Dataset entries
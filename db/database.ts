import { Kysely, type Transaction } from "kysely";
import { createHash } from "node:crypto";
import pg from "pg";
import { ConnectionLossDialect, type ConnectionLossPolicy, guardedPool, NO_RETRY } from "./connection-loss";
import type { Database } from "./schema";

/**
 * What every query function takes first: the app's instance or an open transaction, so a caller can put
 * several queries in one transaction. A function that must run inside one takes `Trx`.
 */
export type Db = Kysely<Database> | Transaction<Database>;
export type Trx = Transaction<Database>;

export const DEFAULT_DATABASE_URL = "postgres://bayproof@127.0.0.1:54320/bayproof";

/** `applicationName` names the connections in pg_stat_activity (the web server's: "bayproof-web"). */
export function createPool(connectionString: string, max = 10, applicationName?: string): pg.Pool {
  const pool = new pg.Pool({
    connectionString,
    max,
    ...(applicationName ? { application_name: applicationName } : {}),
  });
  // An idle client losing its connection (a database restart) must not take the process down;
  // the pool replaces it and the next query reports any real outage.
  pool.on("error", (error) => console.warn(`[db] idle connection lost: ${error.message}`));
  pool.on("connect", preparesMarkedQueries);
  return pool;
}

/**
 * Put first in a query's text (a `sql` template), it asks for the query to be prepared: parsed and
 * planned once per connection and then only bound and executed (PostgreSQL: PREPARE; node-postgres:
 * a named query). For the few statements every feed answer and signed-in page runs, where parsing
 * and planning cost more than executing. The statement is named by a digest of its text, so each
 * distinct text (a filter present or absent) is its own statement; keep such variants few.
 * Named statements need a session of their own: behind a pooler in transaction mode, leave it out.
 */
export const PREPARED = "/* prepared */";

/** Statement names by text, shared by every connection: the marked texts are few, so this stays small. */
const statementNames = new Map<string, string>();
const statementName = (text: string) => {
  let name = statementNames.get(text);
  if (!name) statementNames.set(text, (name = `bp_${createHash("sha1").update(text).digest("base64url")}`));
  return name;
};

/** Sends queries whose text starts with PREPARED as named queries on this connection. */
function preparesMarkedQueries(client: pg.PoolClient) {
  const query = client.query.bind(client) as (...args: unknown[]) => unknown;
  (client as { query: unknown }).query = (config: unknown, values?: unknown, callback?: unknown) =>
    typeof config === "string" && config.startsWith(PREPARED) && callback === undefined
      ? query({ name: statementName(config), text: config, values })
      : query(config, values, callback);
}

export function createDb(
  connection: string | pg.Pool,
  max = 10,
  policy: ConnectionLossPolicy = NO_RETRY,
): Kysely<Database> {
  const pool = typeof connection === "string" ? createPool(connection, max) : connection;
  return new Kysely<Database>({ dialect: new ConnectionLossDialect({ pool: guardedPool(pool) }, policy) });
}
...
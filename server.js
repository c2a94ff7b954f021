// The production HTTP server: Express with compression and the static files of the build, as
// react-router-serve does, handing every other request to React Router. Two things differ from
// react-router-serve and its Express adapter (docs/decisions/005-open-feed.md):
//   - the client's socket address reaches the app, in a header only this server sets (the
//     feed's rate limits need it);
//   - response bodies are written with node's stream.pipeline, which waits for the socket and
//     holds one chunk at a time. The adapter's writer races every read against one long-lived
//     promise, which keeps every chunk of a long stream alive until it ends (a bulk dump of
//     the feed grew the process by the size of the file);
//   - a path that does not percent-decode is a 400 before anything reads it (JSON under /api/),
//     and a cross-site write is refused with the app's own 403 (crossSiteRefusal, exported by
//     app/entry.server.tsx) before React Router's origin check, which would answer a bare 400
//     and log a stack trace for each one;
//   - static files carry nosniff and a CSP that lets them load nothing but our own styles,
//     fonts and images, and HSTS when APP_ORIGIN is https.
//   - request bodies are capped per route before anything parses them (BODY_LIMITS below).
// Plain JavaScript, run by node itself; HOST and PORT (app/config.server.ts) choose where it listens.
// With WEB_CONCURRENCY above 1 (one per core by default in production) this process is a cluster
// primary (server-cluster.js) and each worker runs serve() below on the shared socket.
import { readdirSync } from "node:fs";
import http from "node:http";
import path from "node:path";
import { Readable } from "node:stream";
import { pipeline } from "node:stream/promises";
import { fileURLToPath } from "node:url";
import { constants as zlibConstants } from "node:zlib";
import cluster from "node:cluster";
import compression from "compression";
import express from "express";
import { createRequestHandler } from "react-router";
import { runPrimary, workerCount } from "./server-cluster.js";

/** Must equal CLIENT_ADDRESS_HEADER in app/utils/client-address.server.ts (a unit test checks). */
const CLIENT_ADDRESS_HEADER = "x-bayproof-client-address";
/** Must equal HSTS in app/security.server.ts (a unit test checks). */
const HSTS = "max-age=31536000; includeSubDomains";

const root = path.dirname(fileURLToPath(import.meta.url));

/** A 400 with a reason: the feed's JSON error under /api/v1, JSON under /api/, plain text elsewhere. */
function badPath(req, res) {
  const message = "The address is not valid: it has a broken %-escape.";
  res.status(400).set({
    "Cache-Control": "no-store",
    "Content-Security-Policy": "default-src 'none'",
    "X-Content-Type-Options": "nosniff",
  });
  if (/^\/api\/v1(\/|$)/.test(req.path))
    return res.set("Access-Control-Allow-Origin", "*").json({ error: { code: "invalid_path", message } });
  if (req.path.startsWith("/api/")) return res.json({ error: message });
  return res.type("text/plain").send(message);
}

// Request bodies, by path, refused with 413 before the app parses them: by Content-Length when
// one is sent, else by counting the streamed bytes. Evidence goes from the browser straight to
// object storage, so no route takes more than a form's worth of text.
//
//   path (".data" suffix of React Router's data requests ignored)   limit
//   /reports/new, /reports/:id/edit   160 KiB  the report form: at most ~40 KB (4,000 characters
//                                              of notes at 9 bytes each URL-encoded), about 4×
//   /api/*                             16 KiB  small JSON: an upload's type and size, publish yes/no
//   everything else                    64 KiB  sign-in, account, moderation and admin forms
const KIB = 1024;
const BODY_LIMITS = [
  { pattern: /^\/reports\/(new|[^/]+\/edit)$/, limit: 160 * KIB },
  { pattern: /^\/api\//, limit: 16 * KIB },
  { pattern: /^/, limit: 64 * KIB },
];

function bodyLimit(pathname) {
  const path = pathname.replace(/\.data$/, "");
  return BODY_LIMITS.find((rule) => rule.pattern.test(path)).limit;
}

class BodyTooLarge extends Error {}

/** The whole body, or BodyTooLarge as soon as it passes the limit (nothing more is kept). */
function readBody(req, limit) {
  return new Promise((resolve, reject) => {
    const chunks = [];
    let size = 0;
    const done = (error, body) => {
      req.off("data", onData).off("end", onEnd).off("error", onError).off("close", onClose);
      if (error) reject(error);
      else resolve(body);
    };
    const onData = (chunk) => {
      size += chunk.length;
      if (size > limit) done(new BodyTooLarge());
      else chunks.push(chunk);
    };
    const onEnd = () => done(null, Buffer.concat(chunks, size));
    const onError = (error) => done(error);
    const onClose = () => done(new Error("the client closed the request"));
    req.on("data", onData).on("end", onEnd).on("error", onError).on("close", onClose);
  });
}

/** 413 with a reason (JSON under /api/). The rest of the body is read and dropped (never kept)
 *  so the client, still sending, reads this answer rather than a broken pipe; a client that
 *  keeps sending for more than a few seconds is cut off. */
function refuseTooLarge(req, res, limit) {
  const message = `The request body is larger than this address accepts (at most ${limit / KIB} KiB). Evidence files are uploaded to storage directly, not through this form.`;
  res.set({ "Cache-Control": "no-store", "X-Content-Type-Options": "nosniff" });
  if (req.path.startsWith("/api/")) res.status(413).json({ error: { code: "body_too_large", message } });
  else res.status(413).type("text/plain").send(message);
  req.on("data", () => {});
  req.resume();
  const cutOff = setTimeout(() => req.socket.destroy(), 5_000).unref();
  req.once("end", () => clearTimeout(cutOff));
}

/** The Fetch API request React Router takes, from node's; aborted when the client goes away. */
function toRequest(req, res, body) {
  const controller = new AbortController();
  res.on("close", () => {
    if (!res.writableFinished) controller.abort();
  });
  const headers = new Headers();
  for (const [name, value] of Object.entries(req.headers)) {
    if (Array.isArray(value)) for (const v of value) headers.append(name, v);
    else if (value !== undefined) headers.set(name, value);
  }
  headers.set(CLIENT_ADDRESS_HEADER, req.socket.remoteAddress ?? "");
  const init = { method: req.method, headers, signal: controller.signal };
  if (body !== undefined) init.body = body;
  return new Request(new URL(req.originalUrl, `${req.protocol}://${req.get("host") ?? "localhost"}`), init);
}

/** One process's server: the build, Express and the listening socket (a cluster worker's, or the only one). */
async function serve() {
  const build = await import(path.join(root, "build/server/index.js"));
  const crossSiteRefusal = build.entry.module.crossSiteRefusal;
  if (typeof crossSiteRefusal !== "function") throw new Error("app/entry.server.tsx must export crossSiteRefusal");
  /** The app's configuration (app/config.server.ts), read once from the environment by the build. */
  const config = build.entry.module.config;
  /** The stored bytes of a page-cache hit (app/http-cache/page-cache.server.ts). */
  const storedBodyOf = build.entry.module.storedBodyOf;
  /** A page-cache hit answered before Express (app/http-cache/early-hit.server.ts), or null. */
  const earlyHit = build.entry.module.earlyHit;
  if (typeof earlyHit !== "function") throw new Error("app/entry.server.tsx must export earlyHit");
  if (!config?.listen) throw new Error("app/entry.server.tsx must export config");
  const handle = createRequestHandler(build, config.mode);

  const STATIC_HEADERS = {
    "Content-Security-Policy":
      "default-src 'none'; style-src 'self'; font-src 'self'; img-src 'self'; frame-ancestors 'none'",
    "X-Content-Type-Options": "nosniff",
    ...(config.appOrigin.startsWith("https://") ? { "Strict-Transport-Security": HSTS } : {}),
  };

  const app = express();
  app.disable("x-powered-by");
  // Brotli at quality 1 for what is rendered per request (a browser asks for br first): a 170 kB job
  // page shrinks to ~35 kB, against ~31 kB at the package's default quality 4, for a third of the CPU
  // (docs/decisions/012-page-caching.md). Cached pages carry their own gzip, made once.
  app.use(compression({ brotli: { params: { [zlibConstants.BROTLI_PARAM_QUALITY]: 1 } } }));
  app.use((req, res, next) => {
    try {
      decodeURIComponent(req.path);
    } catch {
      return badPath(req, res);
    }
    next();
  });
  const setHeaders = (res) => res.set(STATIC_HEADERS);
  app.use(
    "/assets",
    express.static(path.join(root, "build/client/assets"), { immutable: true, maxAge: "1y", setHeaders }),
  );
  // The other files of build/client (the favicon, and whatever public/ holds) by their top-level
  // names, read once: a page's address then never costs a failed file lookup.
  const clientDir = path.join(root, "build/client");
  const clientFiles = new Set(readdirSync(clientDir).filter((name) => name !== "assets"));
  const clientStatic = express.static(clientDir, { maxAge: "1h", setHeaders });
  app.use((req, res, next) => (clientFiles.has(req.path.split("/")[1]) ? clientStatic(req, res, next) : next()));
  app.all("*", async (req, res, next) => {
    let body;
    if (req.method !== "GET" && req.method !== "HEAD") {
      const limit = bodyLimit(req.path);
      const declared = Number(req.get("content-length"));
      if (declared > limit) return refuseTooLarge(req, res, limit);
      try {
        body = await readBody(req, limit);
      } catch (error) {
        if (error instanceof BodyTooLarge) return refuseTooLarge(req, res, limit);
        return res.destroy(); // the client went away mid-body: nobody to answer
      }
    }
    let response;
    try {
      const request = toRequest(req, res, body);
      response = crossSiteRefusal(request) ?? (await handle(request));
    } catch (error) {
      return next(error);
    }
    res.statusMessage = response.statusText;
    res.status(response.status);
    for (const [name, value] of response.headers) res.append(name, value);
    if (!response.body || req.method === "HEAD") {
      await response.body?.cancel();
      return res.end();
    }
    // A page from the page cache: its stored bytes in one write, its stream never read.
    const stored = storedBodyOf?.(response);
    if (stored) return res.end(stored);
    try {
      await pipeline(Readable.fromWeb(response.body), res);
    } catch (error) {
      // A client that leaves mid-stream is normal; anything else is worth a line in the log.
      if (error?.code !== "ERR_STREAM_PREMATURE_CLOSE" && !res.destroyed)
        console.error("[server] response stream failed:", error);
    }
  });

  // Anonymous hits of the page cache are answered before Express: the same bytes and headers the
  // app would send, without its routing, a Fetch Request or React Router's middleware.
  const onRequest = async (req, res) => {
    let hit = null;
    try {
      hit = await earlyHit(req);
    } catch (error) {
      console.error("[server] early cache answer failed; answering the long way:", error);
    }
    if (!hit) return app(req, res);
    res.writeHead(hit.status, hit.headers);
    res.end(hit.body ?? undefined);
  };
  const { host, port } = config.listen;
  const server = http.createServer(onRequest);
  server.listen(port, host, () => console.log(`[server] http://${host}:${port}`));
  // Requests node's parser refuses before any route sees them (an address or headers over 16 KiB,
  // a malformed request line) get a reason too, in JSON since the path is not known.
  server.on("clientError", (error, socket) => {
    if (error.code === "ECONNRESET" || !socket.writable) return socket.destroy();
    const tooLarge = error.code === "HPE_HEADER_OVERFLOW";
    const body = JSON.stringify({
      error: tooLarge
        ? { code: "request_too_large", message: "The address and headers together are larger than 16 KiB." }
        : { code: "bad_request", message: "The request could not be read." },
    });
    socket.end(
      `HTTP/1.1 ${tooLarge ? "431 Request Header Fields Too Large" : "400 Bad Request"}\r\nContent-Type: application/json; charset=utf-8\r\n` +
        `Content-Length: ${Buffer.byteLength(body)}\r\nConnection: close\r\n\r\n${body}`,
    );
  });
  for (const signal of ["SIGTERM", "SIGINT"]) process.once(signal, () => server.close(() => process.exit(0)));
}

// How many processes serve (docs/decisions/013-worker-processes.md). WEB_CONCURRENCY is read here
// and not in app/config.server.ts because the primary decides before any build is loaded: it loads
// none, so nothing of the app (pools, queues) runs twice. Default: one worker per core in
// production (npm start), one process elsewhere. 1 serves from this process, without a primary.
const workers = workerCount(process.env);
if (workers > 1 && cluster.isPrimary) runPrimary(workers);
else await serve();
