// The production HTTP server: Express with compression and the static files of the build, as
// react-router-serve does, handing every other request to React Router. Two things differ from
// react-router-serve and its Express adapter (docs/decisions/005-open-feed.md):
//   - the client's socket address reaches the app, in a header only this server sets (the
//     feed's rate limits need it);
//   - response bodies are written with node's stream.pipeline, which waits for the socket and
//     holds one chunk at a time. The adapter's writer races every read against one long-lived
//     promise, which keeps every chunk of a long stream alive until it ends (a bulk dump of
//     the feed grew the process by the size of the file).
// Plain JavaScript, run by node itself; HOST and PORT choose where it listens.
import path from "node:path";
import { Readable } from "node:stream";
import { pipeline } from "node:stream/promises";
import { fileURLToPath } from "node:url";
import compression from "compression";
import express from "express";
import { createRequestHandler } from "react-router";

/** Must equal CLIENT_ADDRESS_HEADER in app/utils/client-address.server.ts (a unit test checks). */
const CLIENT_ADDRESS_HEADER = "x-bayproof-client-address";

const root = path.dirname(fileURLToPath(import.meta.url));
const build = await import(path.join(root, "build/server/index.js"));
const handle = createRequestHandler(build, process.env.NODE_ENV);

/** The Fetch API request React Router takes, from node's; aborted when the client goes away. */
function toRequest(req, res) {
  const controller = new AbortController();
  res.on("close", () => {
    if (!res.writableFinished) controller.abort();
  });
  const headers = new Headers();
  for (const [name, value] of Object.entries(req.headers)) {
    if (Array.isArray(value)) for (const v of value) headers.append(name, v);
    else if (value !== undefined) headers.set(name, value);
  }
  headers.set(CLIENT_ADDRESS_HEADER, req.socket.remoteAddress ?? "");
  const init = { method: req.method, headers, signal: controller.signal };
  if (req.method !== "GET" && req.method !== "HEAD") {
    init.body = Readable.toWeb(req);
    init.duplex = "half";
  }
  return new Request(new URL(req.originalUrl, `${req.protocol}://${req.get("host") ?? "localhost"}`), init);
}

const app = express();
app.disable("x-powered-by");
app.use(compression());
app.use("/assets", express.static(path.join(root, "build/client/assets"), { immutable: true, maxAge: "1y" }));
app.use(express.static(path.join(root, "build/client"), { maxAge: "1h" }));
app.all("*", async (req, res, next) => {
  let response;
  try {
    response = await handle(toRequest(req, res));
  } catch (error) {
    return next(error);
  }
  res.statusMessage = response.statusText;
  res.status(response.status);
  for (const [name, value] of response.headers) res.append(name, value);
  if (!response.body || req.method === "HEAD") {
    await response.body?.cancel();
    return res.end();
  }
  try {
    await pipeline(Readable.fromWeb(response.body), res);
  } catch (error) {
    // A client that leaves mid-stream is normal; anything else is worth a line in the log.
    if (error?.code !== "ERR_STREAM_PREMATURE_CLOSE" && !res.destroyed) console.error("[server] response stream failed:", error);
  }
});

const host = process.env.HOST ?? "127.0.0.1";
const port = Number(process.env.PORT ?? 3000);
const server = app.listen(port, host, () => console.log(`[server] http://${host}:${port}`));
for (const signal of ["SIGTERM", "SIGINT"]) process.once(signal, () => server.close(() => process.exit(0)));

TASK
Where a line above holds the string "root", show that line.

ANSWER TO THIS EXERCISE
const root = path.dirname(fileURLToPath(import.meta.url));
  const build = await import(path.join(root, "build/server/index.js"));
    express.static(path.join(root, "build/client/assets"), { immutable: true, maxAge: "1y", setHeaders }),
  const clientDir = path.join(root, "build/client");
const root = path.dirname(fileURLToPath(import.meta.url));
const build = await import(path.join(root, "build/server/index.js"));
app.use("/assets", express.static(path.join(root, "build/client/assets"), { immutable: true, maxAge: "1y" }));
app.use(express.static(path.join(root, "build/client"), { maxAge: "1h" }));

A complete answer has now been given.